Now remember, that this could be one artists opinion given representation in game.

Or even a total coincidence.

But here is, why this is not likely either.

The telescope not being an interactable in Holmes' flat is a conscious decision. They could have simply replaced the scene with a less offending(?) one in the second title and no one would be the wiser. To take it out entirely (in a game that pretty much included every gameplay element of the previous one) - sounds more like a management (not p.c, take out), and not an art departments decision.

Then you put in an easter egg, that on the surface is even more 'riskey'. Having the same women that probably got taken out of the main game hub whipping someone off screen. This clearly is an easter egg. With making an item in game, that most people would click on, uninteractable - and the same item in an area most people wouldn't look at - interactable. Same item class, odd behavior in the main game hub (Holmes' Apartment), expected behavior, in a random game area.

But now you put that game item into a game area, that for no apparent reason has people in utter despair (body language) in it - with an in game NPC "painter", staring at her art - miming "what have I done". And the easter egg being the woman from the previous game, whipping someone off screen 'into shape'.

Its all figuratively - and there is room for interpretation, but something like that could very likely have been the intended meaning.

Also - in regards to the "games as art" discussion. This - if intentional - which I believe it to be - is art. So its a nice example of that to look at as well. If it wasn't for four characters in deep despair, and a salesmen, not listening to the person calmly arguing with him, shoving him out of the way - clearly not taking into consideration anything he says - because even if art, its not pleasant to look at.

This strikes me as an internal comment on how the games development went.

Clear? 

Its expected, that this is not widely reported - because the second game was not a critical or economical success. On gamefaqs f.e. you don't even have one person having written a guide for it, also its an easter egg in the game. Also - because it is partly interpretation. 

It being the eighth game in a series no one knew even existed before Crimes and Punishments (making it the second title in most peoples books..  ), is a trope that Giant Bomb created.

See:



If you cant figure out which game I am writing about in what paragraph, and now have an issue, figuring out which one to buy (clue: I don't care), sadly - I can't help you with that.  The game titles already are in the corresponding paragraphs.

Also 90% of the reviews out there downranked the second (eighth) game, with an "what the heck have they done" sentiment.

I hope everything is clear now - and sorry, that I had you interpreting body language of NPCs in a game, where that is literally a gameplay feature.  (Think L.A. Noir.)


----------



## notimp (Jul 15, 2019)

I believe there is one part I havent literally (figuratively- now, actually  ) spelled out yet - and that is, why putting emotional one note archetypes into your game, that are there to conjure up audience emotions - and using that as your main protagonists motivation for action - is bad story telling.

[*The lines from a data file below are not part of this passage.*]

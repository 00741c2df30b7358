"""``gatestep check RIG.toml``: files, host and stability, before anything is armed."""

from __future__ import annotations

import json
from collections.abc import Callable
from dataclasses import dataclass, replace
from pathlib import Path
from typing import TYPE_CHECKING, Any

from ..errors import GatestepError
from ..hostfacts import Finding, Host, Verdict, host_findings
from ..remedies import SYSTEM

if TYPE_CHECKING:
    from ..config import LoadedRig
    from ..library import LoadedModel
    from ..specs import CellSpec
    from ..tables import Tables

_TABLES_MATTER = "The loop follows a model's tables, not its formulas."
_LOOKS = {"ok": "green", "weak": "yellow", "missing": "bold red"}


@dataclass(frozen=True)
class Checked:
    """A rig file, and the model of each cell, with its tables, where it could be used."""

    rig: LoadedRig
    models: list[LoadedModel | None]
    tables: list[Tables | None]
    files: list[Finding]


@dataclass(frozen=True)
class Section:
    """One part of the check: its key in JSON, its heading, what was found."""

    key: str
    heading: str
    findings: list[Finding]


def check(rig_file: Path, json_output: bool) -> int:
    """Check a rig file, its models and the host; the exit status is 1 for faulty files.

    Raises
    ------
    FileError
        When the rig file itself cannot be used, or asks for what cannot be.
    """
    checked = read_files(rig_file)
    sections = [make(checked) for make in SECTIONS]
    if json_output:
        print(json.dumps(_as_json(checked.rig, sections), ensure_ascii=False))
    else:
        _print(checked.rig, [section for section in sections if section.findings])
    return int(any(model is None for model in checked.models))


def read_files(rig_file: Path) -> Checked:
    """Read a rig file and its models, tables included.

    Raises
    ------
    FileError
        When the rig file itself cannot be used.
    """
    from ..config import load_rig

    rig = load_rig(rig_file)
    loop = rig.spec.loop
    shown = (
        f"{rig.path}: tick {loop.interval_us:g} µs, budget {loop.budget:g} µs, "
        f"{loop.apply}, {len(rig.spec.cell)} cell{'s' * (len(rig.spec.cell) > 1)}"
    )
    findings = [Finding("rig file", "ok", shown, "It says what the loop does, and its limits.")]
    models, tables = [], []
    for cell in rig.spec.cell:
        model, table, finding = _read_model(cell, rig)
        models.append(model)
        tables.append(table)
        findings.append(finding)
    return Checked(rig, models, tables, findings)


def _read_model(
    cell: CellSpec, rig: LoadedRig
) -> tuple[LoadedModel | None, Tables | None, Finding]:
    """A cell's model, its tables, and what there is to say of them."""
    from ..library import load_model
    from ..tables import build_tables

    try:
        model = load_model(cell.model, relative_to=rig.folder)
        tables = build_tables(model.spec)
    except GatestepError as fault:
        remedy = f"mend it, or choose another (gatestep models): [[cell]] {cell.name}, model"
        name = f"model of {cell.name}"
        return None, None, Finding(name, "missing", str(fault), _TABLES_MATTER, remedy)
    return model, tables, _describe(cell, model, tables)


def _describe(cell: CellSpec, model: LoadedModel, tables: Tables) -> Finding:
    """Where a cell's model comes from, how sure it is, and how well its tables hold."""
    from ..library import shipped_folder

    error = max((max(r.inf_error, r.rate_error) for r in tables.reports), default=0.0)
    shipped = model.path.parent == shipped_folder()
    gates = len(tables.reports)
    shown = (
        f"{model.name} ({'shipped' if shipped else 'own file'}, {model.path}): "
        f"{gates} gate{'s' * (gates != 1)}, largest table error {error:.1e} of full scale, "
        f"confidence {model.spec.confidence}"
    )
    more = {
        "cell": cell.name,
        "model": model.name,
        "path": str(model.path),
        "shipped": shipped,
        "sha256": model.sha256,
        "table_error": error,
        "table_sha256": tables.sha256,
    }
    unsure = model.spec.confidence == "uncertain"
    remedy = f"read its caveats: {model.path}" if unsure else None
    verdict: Verdict = "weak" if unsure else "ok"
    return Finding(f"model of {cell.name}", verdict, shown, _TABLES_MATTER, remedy, more)


def files_section(checked: Checked) -> Section:
    """The rig file and the models."""
    return Section("files", "Files", checked.files)


def record_section(checked: Checked) -> Section:
    """The journal that a server will keep."""
    from .check_record import record_finding

    return Section("record", "Record", [record_finding(checked.rig)])


def host_section(checked: Checked) -> Section:
    """The host, a real-time policy tried on a thread included."""
    from .. import hosttune

    asked = checked.rig.spec.host
    refused = None
    if hosttune.LINUX:
        policy = asked.policy if asked.real_time else "fifo"
        refused = hosttune.try_policy(policy, asked.priority)
    return Section("host", "Host", host_findings(Host(SYSTEM, asked, refused)))


def stability_section(checked: Checked) -> Section:
    """How much conductance each cell's loop carries, and what becomes of spikes."""
    found = [
        _stability(checked.rig, index, tables)
        for index, tables in enumerate(checked.tables)
        if tables is not None
    ]
    return Section("stability", "Stability and fidelity of the loop", found)


def _stability(rig: LoadedRig, index: int, tables: Tables) -> Finding:
    """One cell's limits and margins, with what is foretold where that can be."""
    from ..choosing import choose
    from .check_fidelity import foretell
    from .check_margin import margin_finding

    cell = rig.spec.cell[index]
    choice = choose(cell, tables, rig.spec.loop)
    finding = margin_finding(cell, tables, rig.spec.loop, choice)
    if cell.capacitance_pf is None:
        return finding
    try:
        foretold = foretell(rig, index, tables, choice)
    except GatestepError as fault:
        return replace(finding, found=f"{finding.found}\nspikes cannot be foretold: {fault}")
    if foretold is None:
        return finding
    more = {**finding.more, "foretold": foretold.data()}
    return replace(finding, found=f"{finding.found}\n{foretold}", more=more)


SECTIONS: tuple[Callable[[Checked], Section], ...] = (
    files_section,
    record_section,
    host_section,
    stability_section,
)
"""The parts of the check, in order; each makes its findings from what was read."""


def _as_json(rig: LoadedRig, sections: list[Section]) -> dict[str, Any]:
    plain = {
        section.key: [
            {
                "name": f.name,
                "verdict": f.verdict,
                "found": f.found,
                "why": f.why,
                "remedy": f.remedy,
                **f.more,
            }
            for f in section.findings
        ]
        for section in sections
    }
    return {"rig": str(rig.path), **plain}


def _print(rig: LoadedRig, sections: list[Section]) -> None:
    """A table for each section; remedies below, on lines of their own to copy from."""
    from rich.console import Console
    from rich.table import Table
    from rich.text import Text

    console = Console(highlight=False, markup=False)
    for section in sections:
        table = Table(box=None, pad_edge=False, title=section.heading, title_justify="left")
        table.add_column("verdict", no_wrap=True)
        table.add_column("what", overflow="fold")
        table.add_column("found, and why it matters", overflow="fold")
        for f in section.findings:
            found = Text.assemble(f.found, "\n", (f.why, "dim"))
            table.add_row(Text(f.verdict, _LOOKS[f.verdict]), f.name, found)
        console.print(table)
        console.print()
    remedies = [f for section in sections for f in section.findings if f.remedy]
    if remedies:
        console.print("What would better it:")
    for f in remedies:
        console.print(f"  {f.name}: {f.remedy}", soft_wrap=True)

Because you'll end up with a scene, where a Watson reminds a Sherlock Holmes, that - Holmes, we really should help this boy, because he has no parents. And a lame arm.

Which kind of ruins your suspension of disbelief, or in game industry terms - "immersion".

Its the same as if in a movie, you show the audience, an open door - then have a supporting character point at the door and announce "the door is open". Because the audience already knows.

Difference between the first (seventh) and the second (eighth) game - the first one has a proper, well crafted script. The second one hasn't.

The examples given should have shown you that - instead of simply spelling it out for you.


----------